# [ASSIGNED TASK]
The lines to return are those below that contain the word "semibold".

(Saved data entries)
=== Section Start ===
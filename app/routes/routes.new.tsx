import { redirect } from "react-router";
import { requireArea } from "~/.server/guard";
import { companyTechnicians } from "~/.server/routebook/queries/routes";
import { refusedAnswer } from "~/.server/command-result";
import { saveRoute } from "~/.server/routebook/commands/routes";
import { EntryFormPage } from "~/components/routebook/entry-form";
import { RouteForm } from "~/components/routebook/route-form";
import { formObject } from "~/lib/forms/fields";
import { parseRouteForm } from "~/lib/forms/routebook";
import type { Route } from "./+types/routes.new";

export const meta: Route.MetaFunction = () => [{ title: "New route · Patina" }];

export async function loader({ context }: Route.LoaderArgs) {
  const scope = requireArea(context, "routebookEdit");
  return { technicians: await companyTechnicians(scope) };
}

export async function action({ request, context }: Route.ActionArgs) {
  const scope = requireArea(context, "routebookEdit");
  const parsed = parseRouteForm(formObject(await request.formData(), ["serviceWeekdays", "technicianIds"]));
  if (!parsed.ok) return refusedAnswer({ fieldErrors: parsed.fieldErrors, formError: null });
  // A new route starts in use; the form offers archiving only once it exists.
  const result = await saveRoute(scope, null, { ...parsed.value, active: true });
  if (!result.ok) return refusedAnswer(result);
  throw redirect("/routes");
}

export default function NewRoute({ loaderData, actionData }: Route.ComponentProps) {
  return (
    <EntryFormPage title="New route">
      <RouteForm route={null} technicians={loaderData.technicians} answer={actionData} />
    </EntryFormPage>
  );
}

export { ErrorPanel as ErrorBoundary } from "~/components/error-panel";
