import type { ReactNode } from "react";
import { Form, Link } from "react-router";
import { requireArea } from "~/.server/guard";
import { stopsForWeekday } from "~/.server/routebook/queries/home-summary";
import { companyPreferences } from "~/.server/settings/queries/company-settings";
import { searchPools } from "~/.server/routebook/queries/pools";
import { type MetalMark, metalMarks } from "~/.server/visits/queries/metal-marks";
import { PageHeader } from "~/components/data-table";
import { KeptPagesNote, KeptVisitsPanel, NoSignalNotice } from "~/components/visit/kept-visits";
import { MetalBadge } from "~/components/visit/metal-badge";
import { formatDate, isoWeekdayIn, weekdayName } from "~/lib/format";
import { useKeptPages } from "~/lib/offline/keep-pages";
import { useKeptVisitSender } from "~/lib/offline/send-visit";
import { visitPagesFor } from "~/lib/offline/visit-pages";
import type { Route } from "./+types/visit";

export const meta: Route.MetaFunction = () => [{ title: "Log a visit · Patina" }];

export async function loader({ request, context }: Route.LoaderArgs) {
  const scope = requireArea(context, "visit");
  const q = (new URL(request.url).searchParams.get("q") ?? "").trim().slice(0, 100);
  // The route's weekday is the company's weekday, not the server's.
  const weekday = isoWeekdayIn(new Date(), scope.timeZone);
  const [stops, found, prefs] = await Promise.all([
    stopsForWeekday(scope, weekday),
    q ? searchPools(scope, q) : Promise.resolve([]),
    companyPreferences(scope),
  ]);
  const poolIds = [...new Set([...stops, ...found].map((p) => p.poolId))];
  const marks = await metalMarks(scope, poolIds, prefs.thresholds);
  return { weekday, stops, q, found, marks, timeZone: scope.timeZone, memberId: scope.userId };
}

type PoolChoice = { poolId: number; street: string; detail: string };

/** Pools to pick from, each a link to its visit form with its metal mark; `empty` says why there are none. */
function PoolChoices({ pools, marks, empty }: { pools: PoolChoice[]; marks: Record<number, MetalMark>; empty: ReactNode }) {
  if (pools.length === 0) return <p className="text-muted">{empty}</p>;
  return (
    <ul className="space-y-2">
      {pools.map(({ poolId, street, detail }) => (
        <li key={poolId}>
          <Link to={`/visit/${poolId}`} className="block rounded-xl border border-line bg-white px-4 py-3 hover:bg-verdigris-50">
            <span className="block font-medium">{street}</span>
            <span className="block text-sm text-muted">{detail}</span>
            <MetalBadge mark={marks[poolId]} />
          </Link>
        </li>
      ))}
    </ul>
  );
}

export default function VisitPicker({ loaderData }: Route.ComponentProps) {
  const { weekday, stops, q, found, marks, timeZone, memberId } = loaderData;
  useKeptVisitSender(memberId);
  // Today's pools (and any found by a search) are kept for use without signal, with this list.
  const poolIds = [...new Set([...stops, ...found].map((p) => p.poolId))];
  const keep = useKeptPages(visitPagesFor(poolIds, true));
  return (
    <div className="mx-auto max-w-xl space-y-6">
      <PageHeader title="Log a visit">Pick the pool you are at.</PageHeader>
      <NoSignalNotice />
      <KeptVisitsPanel memberId={memberId} timeZone={timeZone} />
      <Form method="get" role="search" className="flex gap-2">
        <label className="grow">
          <span className="sr-only">Search pools</span>
          <input
            type="search"
            name="q"
            defaultValue={q}
            placeholder="Street, customer or account"
            className="block w-full rounded-lg border border-line bg-white px-3 py-3 text-base"
          />
        </label>
        <button type="submit" className="rounded-lg border border-line bg-white px-4 font-medium">
          Search
        </button>
      </Form>
      {q ? (
        <section aria-labelledby="found">
          <h2 id="found" className="mb-2 font-semibold">Matching “{q}”</h2>
          <PoolChoices
            pools={found.map((p) => ({ ...p, detail: `${p.customerName} · ${p.accountCode} · ${p.routeName ?? "no route"}` }))}
            marks={marks}
            empty="No pool on your routes matches."
          />
        </section>
      ) : null}
      <section aria-labelledby="today">
        <h2 id="today" className="mb-2 font-semibold">
          {weekdayName(weekday)}'s route: {stops.length} {stops.length === 1 ? "pool" : "pools"}
        </h2>
        <PoolChoices
          pools={stops.map((s) => ({ ...s, detail: `${s.customerName} · ${s.routeName} · last visit ${formatDate(s.lastVisitAt, timeZone)}` }))}
          marks={marks}
          empty={<>None of your routes is served on {weekdayName(weekday)}. Search for the pool instead.</>}
        />
      </section>
      <KeptPagesNote keep={keep} pools={poolIds.length} />
    </div>
  );
}

export { ErrorPanel as ErrorBoundary } from "~/components/error-panel";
=== Section End ===
# [RESULT FOR THIS EXERCISE]
          <h2 id="found" className="mb-2 font-semibold">Matching “{q}”</h2>
        <h2 id="today" className="mb-2 font-semibold">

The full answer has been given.